→ Task item
Write out the entries below once more, exactly.

→ Information given
/// What the driver or fleet can do about the fuel.
#[derive(Debug, Clone, Copy, PartialEq, Eq, Hash)]
pub enum FuelAdviceKind {
    /// Add a cold-flow additive now, while the fuel is well above its cloud point.
    TreatWithAdditiveNow,
    /// Blend No. 1 diesel / kerosene into the tank (lowers the cloud point).
    BlendNo1,
    /// Fill with a winter or arctic grade at the next fill.
    SwitchToWinterGrade,
    /// Keep the fuel warm: plug in, fuel or filter heater.
    WarmFuel,
    /// Park sheltered from wind and sky (garage, wind break).
    ParkSheltered,
}

/// One piece of fuel advice with its expected effect.
#[derive(Debug, Clone, Copy, PartialEq)]
pub struct FuelAdvice {
    /// What to do.
    pub kind: FuelAdviceKind,
    /// Expected change of the CFPP, K (negative is better; 0 for actions on temperature).
    pub expected_cfpp_change_k: f64,
    /// Expected change of the cloud point, K (negative is better; 0 for actions on temperature).
    pub expected_cloud_point_change_k: f64,
    /// Act before this time, s (the fuel reaches its cloud point then), if there is a deadline.
    pub act_before_s: Option<f64>,
    /// The grade suggested by [`FuelAdviceKind::SwitchToWinterGrade`].
    pub suggested_grade: Option<FuelGrade>,
    /// The No. 1 share of the petroleum part suggested by [`FuelAdviceKind::BlendNo1`].
    pub suggested_no1_blend_fraction: Option<f64>,
    /// Why and how.
    pub note: &'static str,
}

/// No. 1 shares offered by [`FuelAdviceKind::BlendNo1`] (one additive supplier reports ULSD needs
/// ≥ 50 % for a significant effect, reference §9.5, secondary).
const NO1_SHARES: [f64; 5] = [0.1, 0.2, 0.3, 0.4, 0.5];

/// Smallest cloud-point change worth advising, K.
const MIN_USEFUL_CHANGE_K: f64 = 0.5;

const fn is_en590(g: FuelGrade) -> bool {
    matches!(g, FuelGrade::En590Temperate(_) | FuelGrade::En590Arctic(_))
}

/// Fuel advice for the outlook, in the order of [`FuelAdviceKind`]; `out` is cleared first.
///
/// Triggers: additive (none yet) when the level is [`GelRiskLevel::FilterAtRisk`] or worse or the
/// D975 design rule fails; No. 1 blending when the fuel reaches CP or the rule fails (the smallest
/// share of 10–50 % bringing CP to the target, else 50 %); a winter grade at the next fill when the
/// rule fails or the level is `FilterAtRisk` or worse (the warmest grade of the same family that
/// meets the target, else the coldest that helps); warming when the fuel reaches CP; sheltered
/// parking from `Watch` up. The target is the colder of the design low and tonight's lowest fuel
/// temperature. Expected changes come from [`cold_flow_properties`] on the changed description.
pub fn fuel_advice(
    f: &FuelDescription,
    props: &ColdFlowProperties,
    outlook: &GelOutlook,
    design_low_t_k: Option<f64>,
    out: &mut Vec<FuelAdvice>,
) -> Result<(), ModelError> {
    out.clear();
    validate_properties(props)?;
    check_range(
        "outlook.lowest_t_k",
        outlook.lowest_t_k,
        SAMPLE_MIN_T_K,
        SAMPLE_MAX_T_K,
        "fuel temperature must lie in -100..+100 °C",
    )?;
    if let Some(t_k) = design_low_t_k {
        check_range(
            "design_low_t_k",
            t_k,
            INPUT_MIN_T_K,
            INPUT_MAX_T_K,
            "design low must lie in -80..+40 °C",
        )?;
    }
    let current = cold_flow_properties(f)?;
    let has_improver = f.additive.is_some() || implies_flow_improver(props);
    let design_ok = design_low_t_k.is_none_or(|t_k| meets_design_low(props, t_k, has_improver));
    let target_t_k = design_low_t_k.map_or(outlook.lowest_t_k, |t_k| t_k.min(outlook.lowest_t_k));
    let level = outlook.level;
    let deadline_s = outlook.crosses_cloud_point_at_s;
    let advice = |kind, to: &ColdFlowProperties, note| FuelAdvice {
        kind,
        expected_cfpp_change_k: to.cfpp_k - current.cfpp_k,
        expected_cloud_point_change_k: to.cloud_point_k - current.cloud_point_k,
        act_before_s: deadline_s,
        suggested_grade: None,
        suggested_no1_blend_fraction: None,
        note,
    };

    if f.additive.is_none() && (level >= GelRiskLevel::FilterAtRisk || !design_ok) {
        // Assume the treatment is done in time, at least 5 K above CP.
        let added_t_k =
            (current.cloud_point_k + ADDITIVE_FULL_EFFECT_ABOVE_CLOUD_POINT_K).min(INPUT_MAX_T_K);
        let treated = FuelDescription {
            additive: Some(AdditiveTreatment::typical(added_t_k)),
            ..*f
        };
        out.push(advice(
            FuelAdviceKind::TreatWithAdditiveNow,
            &cold_flow_properties(&treated)?,
            "Add a cold-flow additive while the fuel is at least 5 K above its cloud point; added \
             below it the additive earns little. It lowers CFPP and pour point, not the cloud point.",
        ));
    }

    if (level >= GelRiskLevel::WaxForming || !design_ok) && f.biodiesel_fraction < 1.0 {
        let mut chosen = None;
        for share in NO1_SHARES.into_iter().filter(|&s| s > f.no1_blend_fraction) {
            let blended = cold_flow_properties(&FuelDescription {
                no1_blend_fraction: share,
                ..*f
            })?;
            chosen = Some((share, blended));
            if blended.cloud_point_k <= target_t_k {
                break;
            }
        }
        if let Some((share, blended)) = chosen
            && current.cloud_point_k - blended.cloud_point_k >= MIN_USEFUL_CHANGE_K
        {
            out.push(FuelAdvice {
                suggested_no1_blend_fraction: Some(share),
                ..advice(
                    FuelAdviceKind::BlendNo1,
                    &blended,
                    "Blend No. 1 diesel or kerosene in before the fuel clouds: the only effective way \
                     to lower the cloud point (about 1-2 K per 10 %, weaker for ULSD).",
                )
            });
        }
    }

    if !design_ok || level >= GelRiskLevel::FilterAtRisk {
        let mut meeting: Option<(FuelGrade, ColdFlowProperties)> = None;
        let mut coldest: Option<(FuelGrade, ColdFlowProperties)> = None;
        for entry in grade_catalog() {
            if let FuelBase::Grade(g) = f.base
                && is_en590(g) != is_en590(entry.grade)
            {
                continue;
            }
            let candidate = FuelDescription {
                base: FuelBase::Grade(entry.grade),
                additive: None,
                ..*f
            };
            let p = cold_flow_properties(&candidate)?;
            if p.cfpp_k > current.cfpp_k - MIN_USEFUL_CHANGE_K {
                continue;
            }
            if meets_design_low(&p, target_t_k, implies_flow_improver(&p))
                && meeting.is_none_or(|(_, m)| p.cfpp_k > m.cfpp_k)
            {
                meeting = Some((entry.grade, p));
            }
            if coldest.is_none_or(|(_, m)| p.cfpp_k < m.cfpp_k) {
                coldest = Some((entry.grade, p));
            }
        }
        if let Some((grade, p)) = meeting.or(coldest) {
            out.push(FuelAdvice {
                act_before_s: None,
                suggested_grade: Some(grade),
                ..advice(
                    FuelAdviceKind::SwitchToWinterGrade,
                    &p,
                    "At the next fill, choose a grade whose cloud point (or CFPP, with a flow \
                     improver) is at or below the tenth-percentile low of the place and month \
                     (ASTM D975 guidance).",
                )
            });
        }
    }

    if level >= GelRiskLevel::WaxForming {
        out.push(advice(
            FuelAdviceKind::WarmFuel,
            &current,
            "Keep the fuel above its cloud point: plug in the engine, fuel or filter heater \
             before the fuel reaches it. The temperature effect comes from the soak model.",
        ));
    }

    if level >= GelRiskLevel::Watch {
        out.push(advice(
            FuelAdviceKind::ParkSheltered,
            &current,
            "Park out of the wind and under cover to slow the fuel's cooling.",
        ));
    }
    Ok(())
}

→ Output for this exercise
/// What the driver or fleet can do about the fuel.
#[derive(Debug, Clone, Copy, PartialEq, Eq, Hash)]
pub enum FuelAdviceKind {
    /// Add a cold-flow additive now, while the fuel is well above its cloud point.
    TreatWithAdditiveNow,
    /// Blend No. 1 diesel / kerosene into the tank (lowers the cloud point).
    BlendNo1,
    /// Fill with a winter or arctic grade at the next fill.
    SwitchToWinterGrade,
    /// Keep the fuel warm: plug in, fuel or filter heater.
    WarmFuel,
    /// Park sheltered from wind and sky (garage, wind break).
    ParkSheltered,
}

/// One piece of fuel advice with its expected effect.
#[derive(Debug, Clone, Copy, PartialEq)]
pub struct FuelAdvice {
    /// What to do.
    pub kind: FuelAdviceKind,
    /// Expected change of the CFPP, K (negative is better; 0 for actions on temperature).
    pub expected_cfpp_change_k: f64,
    /// Expected change of the cloud point, K (negative is better; 0 for actions on temperature).
    pub expected_cloud_point_change_k: f64,
    /// Act before this time, s (the fuel reaches its cloud point then), if there is a deadline.
    pub act_before_s: Option<f64>,
    /// The grade suggested by [`FuelAdviceKind::SwitchToWinterGrade`].
    pub suggested_grade: Option<FuelGrade>,
    /// The No. 1 share of the petroleum part suggested by [`FuelAdviceKind::BlendNo1`].
    pub suggested_no1_blend_fraction: Option<f64>,
    /// Why and how.
    pub note: &'static str,
}

/// No. 1 shares offered by [`FuelAdviceKind::BlendNo1`] (one additive supplier reports ULSD needs
/// ≥ 50 % for a significant effect, reference §9.5, secondary).
const NO1_SHARES: [f64; 5] = [0.1, 0.2, 0.3, 0.4, 0.5];

/// Smallest cloud-point change worth advising, K.
const MIN_USEFUL_CHANGE_K: f64 = 0.5;

const fn is_en590(g: FuelGrade) -> bool {
    matches!(g, FuelGrade::En590Temperate(_) | FuelGrade::En590Arctic(_))
}

/// Fuel advice for the outlook, in the order of [`FuelAdviceKind`]; `out` is cleared first.
///
/// Triggers: additive (none yet) when the level is [`GelRiskLevel::FilterAtRisk`] or worse or the
/// D975 design rule fails; No. 1 blending when the fuel reaches CP or the rule fails (the smallest
/// share of 10–50 % bringing CP to the target, else 50 %); a winter grade at the next fill when the
/// rule fails or the level is `FilterAtRisk` or worse (the warmest grade of the same family that
/// meets the target, else the coldest that helps); warming when the fuel reaches CP; sheltered
/// parking from `Watch` up. The target is the colder of the design low and tonight's lowest fuel
/// temperature. Expected changes come from [`cold_flow_properties`] on the changed description.
pub fn fuel_advice(
    f: &FuelDescription,
    props: &ColdFlowProperties,
    outlook: &GelOutlook,
    design_low_t_k: Option<f64>,
    out: &mut Vec<FuelAdvice>,
) -> Result<(), ModelError> {
    out.clear();
    validate_properties(props)?;
    check_range(
        "outlook.lowest_t_k",
        outlook.lowest_t_k,
        SAMPLE_MIN_T_K,
        SAMPLE_MAX_T_K,
        "fuel temperature must lie in -100..+100 °C",
    )?;
    if let Some(t_k) = design_low_t_k {
        check_range(
            "design_low_t_k",
            t_k,
            INPUT_MIN_T_K,
            INPUT_MAX_T_K,
            "design low must lie in -80..+40 °C",
        )?;
    }
    let current = cold_flow_properties(f)?;
    let has_improver = f.additive.is_some() || implies_flow_improver(props);
    let design_ok = design_low_t_k.is_none_or(|t_k| meets_design_low(props, t_k, has_improver));
    let target_t_k = design_low_t_k.map_or(outlook.lowest_t_k, |t_k| t_k.min(outlook.lowest_t_k));
    let level = outlook.level;
    let deadline_s = outlook.crosses_cloud_point_at_s;
    let advice = |kind, to: &ColdFlowProperties, note| FuelAdvice {
        kind,
        expected_cfpp_change_k: to.cfpp_k - current.cfpp_k,
        expected_cloud_point_change_k: to.cloud_point_k - current.cloud_point_k,
        act_before_s: deadline_s,
        suggested_grade: None,
        suggested_no1_blend_fraction: None,
        note,
    };

    if f.additive.is_none() && (level >= GelRiskLevel::FilterAtRisk || !design_ok) {
        // Assume the treatment is done in time, at least 5 K above CP.
        let added_t_k =
            (current.cloud_point_k + ADDITIVE_FULL_EFFECT_ABOVE_CLOUD_POINT_K).min(INPUT_MAX_T_K);
        let treated = FuelDescription {
            additive: Some(AdditiveTreatment::typical(added_t_k)),
            ..*f
        };
        out.push(advice(
            FuelAdviceKind::TreatWithAdditiveNow,
            &cold_flow_properties(&treated)?,
            "Add a cold-flow additive while the fuel is at least 5 K above its cloud point; added \
             below it the additive earns little. It lowers CFPP and pour point, not the cloud point.",
        ));
    }

    if (level >= GelRiskLevel::WaxForming || !design_ok) && f.biodiesel_fraction < 1.0 {
        let mut chosen = None;
        for share in NO1_SHARES.into_iter().filter(|&s| s > f.no1_blend_fraction) {
            let blended = cold_flow_properties(&FuelDescription {
                no1_blend_fraction: share,
                ..*f
            })?;
            chosen = Some((share, blended));
            if blended.cloud_point_k <= target_t_k {
                break;
            }
        }
        if let Some((share, blended)) = chosen
            && current.cloud_point_k - blended.cloud_point_k >= MIN_USEFUL_CHANGE_K
        {
            out.push(FuelAdvice {
                suggested_no1_blend_fraction: Some(share),
                ..advice(
                    FuelAdviceKind::BlendNo1,
                    &blended,
                    "Blend No. 1 diesel or kerosene in before the fuel clouds: the only effective way \
                     to lower the cloud point (about 1-2 K per 10 %, weaker for ULSD).",
                )
            });
        }
    }

    if !design_ok || level >= GelRiskLevel::FilterAtRisk {
        let mut meeting: Option<(FuelGrade, ColdFlowProperties)> = None;
        let mut coldest: Option<(FuelGrade, ColdFlowProperties)> = None;
        for entry in grade_catalog() {
            if let FuelBase::Grade(g) = f.base
                && is_en590(g) != is_en590(entry.grade)
            {
                continue;
            }
            let candidate = FuelDescription {
                base: FuelBase::Grade(entry.grade),
                additive: None,
                ..*f
            };
            let p = cold_flow_properties(&candidate)?;
            if p.cfpp_k > current.cfpp_k - MIN_USEFUL_CHANGE_K {
                continue;
            }
            if meets_design_low(&p, target_t_k, implies_flow_improver(&p))
                && meeting.is_none_or(|(_, m)| p.cfpp_k > m.cfpp_k)
            {
                meeting = Some((entry.grade, p));
            }
            if coldest.is_none_or(|(_, m)| p.cfpp_k < m.cfpp_k) {
                coldest = Some((entry.grade, p));
            }
        }
        if let Some((grade, p)) = meeting.or(coldest) {
            out.push(FuelAdvice {
                act_before_s: None,
                suggested_grade: Some(grade),
                ..advice(
                    FuelAdviceKind::SwitchToWinterGrade,
                    &p,
                    "At the next fill, choose a grade whose cloud point (or CFPP, with a flow \
                     improver) is at or below the tenth-percentile low of the place and month \
                     (ASTM D975 guidance).",
                )
            });
        }
    }

    if level >= GelRiskLevel::WaxForming {
        out.push(advice(
            FuelAdviceKind::WarmFuel,
            &current,
            "Keep the fuel above its cloud point: plug in the engine, fuel or filter heater \
             before the fuel reaches it. The temperature effect comes from the soak model.",
        ));
    }

    if level >= GelRiskLevel::Watch {
        out.push(advice(
            FuelAdviceKind::ParkSheltered,
            &current,
            "Park out of the wind and under cover to slow the fuel's cooling.",
        ));
    }
    Ok(())
}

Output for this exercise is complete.